- **Activity**
The lines from the start of the records through the one containing "version 3 of the" are to be transcribed exactly, and nothing else.

- **Task input**

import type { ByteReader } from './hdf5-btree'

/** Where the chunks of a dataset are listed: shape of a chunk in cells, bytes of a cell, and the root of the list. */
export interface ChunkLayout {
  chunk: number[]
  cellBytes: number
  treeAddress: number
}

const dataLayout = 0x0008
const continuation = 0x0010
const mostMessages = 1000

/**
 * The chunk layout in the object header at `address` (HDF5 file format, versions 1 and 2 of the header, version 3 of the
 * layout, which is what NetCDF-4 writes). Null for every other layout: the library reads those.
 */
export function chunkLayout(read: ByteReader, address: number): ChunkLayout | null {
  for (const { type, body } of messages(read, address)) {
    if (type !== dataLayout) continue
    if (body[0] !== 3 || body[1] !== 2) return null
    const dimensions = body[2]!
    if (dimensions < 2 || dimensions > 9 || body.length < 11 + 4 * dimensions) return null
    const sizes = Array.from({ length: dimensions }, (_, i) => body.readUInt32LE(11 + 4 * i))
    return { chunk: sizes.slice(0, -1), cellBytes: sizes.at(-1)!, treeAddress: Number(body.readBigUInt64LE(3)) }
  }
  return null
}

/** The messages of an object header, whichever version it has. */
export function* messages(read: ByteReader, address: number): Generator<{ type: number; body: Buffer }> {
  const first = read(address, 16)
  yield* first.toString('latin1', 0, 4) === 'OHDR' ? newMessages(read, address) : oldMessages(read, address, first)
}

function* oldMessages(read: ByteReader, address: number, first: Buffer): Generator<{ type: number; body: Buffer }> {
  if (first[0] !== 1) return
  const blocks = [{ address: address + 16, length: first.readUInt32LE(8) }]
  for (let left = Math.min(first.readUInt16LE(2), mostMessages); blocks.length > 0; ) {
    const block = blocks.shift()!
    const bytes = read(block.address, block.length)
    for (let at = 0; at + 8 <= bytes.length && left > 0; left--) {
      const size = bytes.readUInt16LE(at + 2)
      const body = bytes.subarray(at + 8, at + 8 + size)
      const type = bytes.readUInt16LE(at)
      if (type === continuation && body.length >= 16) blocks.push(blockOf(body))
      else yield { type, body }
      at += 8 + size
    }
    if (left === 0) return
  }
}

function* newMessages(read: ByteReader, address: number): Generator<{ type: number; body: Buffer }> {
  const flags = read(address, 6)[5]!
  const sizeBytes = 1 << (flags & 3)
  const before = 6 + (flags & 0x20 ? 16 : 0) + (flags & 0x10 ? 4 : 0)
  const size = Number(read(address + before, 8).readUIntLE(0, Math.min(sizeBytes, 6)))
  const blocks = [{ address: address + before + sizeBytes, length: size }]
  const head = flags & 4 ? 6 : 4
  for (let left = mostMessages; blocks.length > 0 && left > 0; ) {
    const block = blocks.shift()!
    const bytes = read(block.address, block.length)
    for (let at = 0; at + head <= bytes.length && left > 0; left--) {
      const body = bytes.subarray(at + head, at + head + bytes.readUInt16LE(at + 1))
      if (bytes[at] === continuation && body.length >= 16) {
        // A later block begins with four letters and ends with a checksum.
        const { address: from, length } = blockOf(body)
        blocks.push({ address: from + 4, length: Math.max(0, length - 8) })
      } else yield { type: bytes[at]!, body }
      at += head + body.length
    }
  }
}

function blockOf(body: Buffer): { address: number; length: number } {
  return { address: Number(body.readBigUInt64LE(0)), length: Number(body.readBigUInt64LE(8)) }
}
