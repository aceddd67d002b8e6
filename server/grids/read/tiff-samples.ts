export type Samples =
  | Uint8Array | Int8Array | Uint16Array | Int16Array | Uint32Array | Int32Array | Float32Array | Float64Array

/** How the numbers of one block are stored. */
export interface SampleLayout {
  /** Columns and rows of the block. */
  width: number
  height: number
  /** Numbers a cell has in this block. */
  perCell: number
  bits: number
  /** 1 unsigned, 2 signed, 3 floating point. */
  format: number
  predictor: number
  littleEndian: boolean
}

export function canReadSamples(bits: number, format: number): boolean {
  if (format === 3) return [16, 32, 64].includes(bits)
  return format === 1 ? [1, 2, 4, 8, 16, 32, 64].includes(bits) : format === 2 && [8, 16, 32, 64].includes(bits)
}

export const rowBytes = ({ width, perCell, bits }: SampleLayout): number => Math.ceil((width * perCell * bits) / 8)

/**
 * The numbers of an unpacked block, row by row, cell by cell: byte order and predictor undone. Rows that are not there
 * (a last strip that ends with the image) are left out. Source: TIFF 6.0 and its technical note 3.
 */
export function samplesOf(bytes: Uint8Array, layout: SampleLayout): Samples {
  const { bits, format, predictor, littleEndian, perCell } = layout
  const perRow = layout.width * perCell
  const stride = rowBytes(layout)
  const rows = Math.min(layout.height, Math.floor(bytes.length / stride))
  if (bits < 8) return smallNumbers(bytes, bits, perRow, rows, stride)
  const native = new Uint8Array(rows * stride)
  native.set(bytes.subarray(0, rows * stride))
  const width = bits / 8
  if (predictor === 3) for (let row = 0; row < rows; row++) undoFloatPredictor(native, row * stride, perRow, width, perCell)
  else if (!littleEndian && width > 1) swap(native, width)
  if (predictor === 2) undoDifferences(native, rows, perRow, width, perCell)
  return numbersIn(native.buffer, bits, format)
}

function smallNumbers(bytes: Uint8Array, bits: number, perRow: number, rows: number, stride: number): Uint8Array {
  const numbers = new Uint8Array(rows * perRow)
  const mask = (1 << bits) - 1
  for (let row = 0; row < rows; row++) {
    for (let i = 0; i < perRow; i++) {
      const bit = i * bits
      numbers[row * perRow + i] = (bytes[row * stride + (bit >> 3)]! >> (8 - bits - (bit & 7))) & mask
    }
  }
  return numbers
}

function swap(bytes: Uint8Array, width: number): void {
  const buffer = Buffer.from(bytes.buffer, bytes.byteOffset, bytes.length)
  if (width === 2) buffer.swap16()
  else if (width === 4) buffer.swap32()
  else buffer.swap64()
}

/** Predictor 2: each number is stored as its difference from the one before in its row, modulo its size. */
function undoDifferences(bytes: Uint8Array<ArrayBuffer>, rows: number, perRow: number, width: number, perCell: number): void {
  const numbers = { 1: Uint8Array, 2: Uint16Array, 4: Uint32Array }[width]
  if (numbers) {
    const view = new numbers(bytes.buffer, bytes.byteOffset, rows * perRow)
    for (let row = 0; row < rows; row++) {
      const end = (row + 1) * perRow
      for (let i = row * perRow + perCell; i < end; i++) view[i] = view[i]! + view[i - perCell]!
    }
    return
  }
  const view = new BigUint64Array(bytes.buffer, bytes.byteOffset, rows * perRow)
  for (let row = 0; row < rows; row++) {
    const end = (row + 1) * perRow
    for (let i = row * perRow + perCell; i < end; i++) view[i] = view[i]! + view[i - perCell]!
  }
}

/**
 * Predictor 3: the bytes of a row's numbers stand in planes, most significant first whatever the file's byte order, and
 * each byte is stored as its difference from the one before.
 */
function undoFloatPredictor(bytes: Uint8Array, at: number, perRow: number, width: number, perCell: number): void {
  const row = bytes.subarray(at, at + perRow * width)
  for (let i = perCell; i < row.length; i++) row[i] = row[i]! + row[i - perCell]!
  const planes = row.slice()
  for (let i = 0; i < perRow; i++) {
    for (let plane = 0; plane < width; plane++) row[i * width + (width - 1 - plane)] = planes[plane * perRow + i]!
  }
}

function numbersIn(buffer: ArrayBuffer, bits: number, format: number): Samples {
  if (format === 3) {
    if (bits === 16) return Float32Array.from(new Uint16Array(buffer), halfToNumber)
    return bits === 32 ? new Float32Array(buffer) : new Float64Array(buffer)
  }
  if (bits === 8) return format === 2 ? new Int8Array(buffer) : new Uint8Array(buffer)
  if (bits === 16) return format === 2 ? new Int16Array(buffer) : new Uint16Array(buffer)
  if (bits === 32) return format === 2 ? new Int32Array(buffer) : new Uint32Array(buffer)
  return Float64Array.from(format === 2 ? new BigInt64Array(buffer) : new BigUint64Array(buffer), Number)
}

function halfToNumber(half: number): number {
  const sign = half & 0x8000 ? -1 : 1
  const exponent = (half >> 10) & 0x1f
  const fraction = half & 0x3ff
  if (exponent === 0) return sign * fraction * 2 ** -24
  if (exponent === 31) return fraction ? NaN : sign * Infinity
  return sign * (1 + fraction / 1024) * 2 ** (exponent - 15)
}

- **Output of the exercise**
import type { ByteReader } from './hdf5-btree'

/** Where the chunks of a dataset are listed: shape of a chunk in cells, bytes of a cell, and the root of the list. */
export interface ChunkLayout {
  chunk: number[]
  cellBytes: number
  treeAddress: number
}

const dataLayout = 0x0008
const continuation = 0x0010
const mostMessages = 1000

/**
 * The chunk layout in the object header at `address` (HDF5 file format, versions 1 and 2 of the header, version 3 of the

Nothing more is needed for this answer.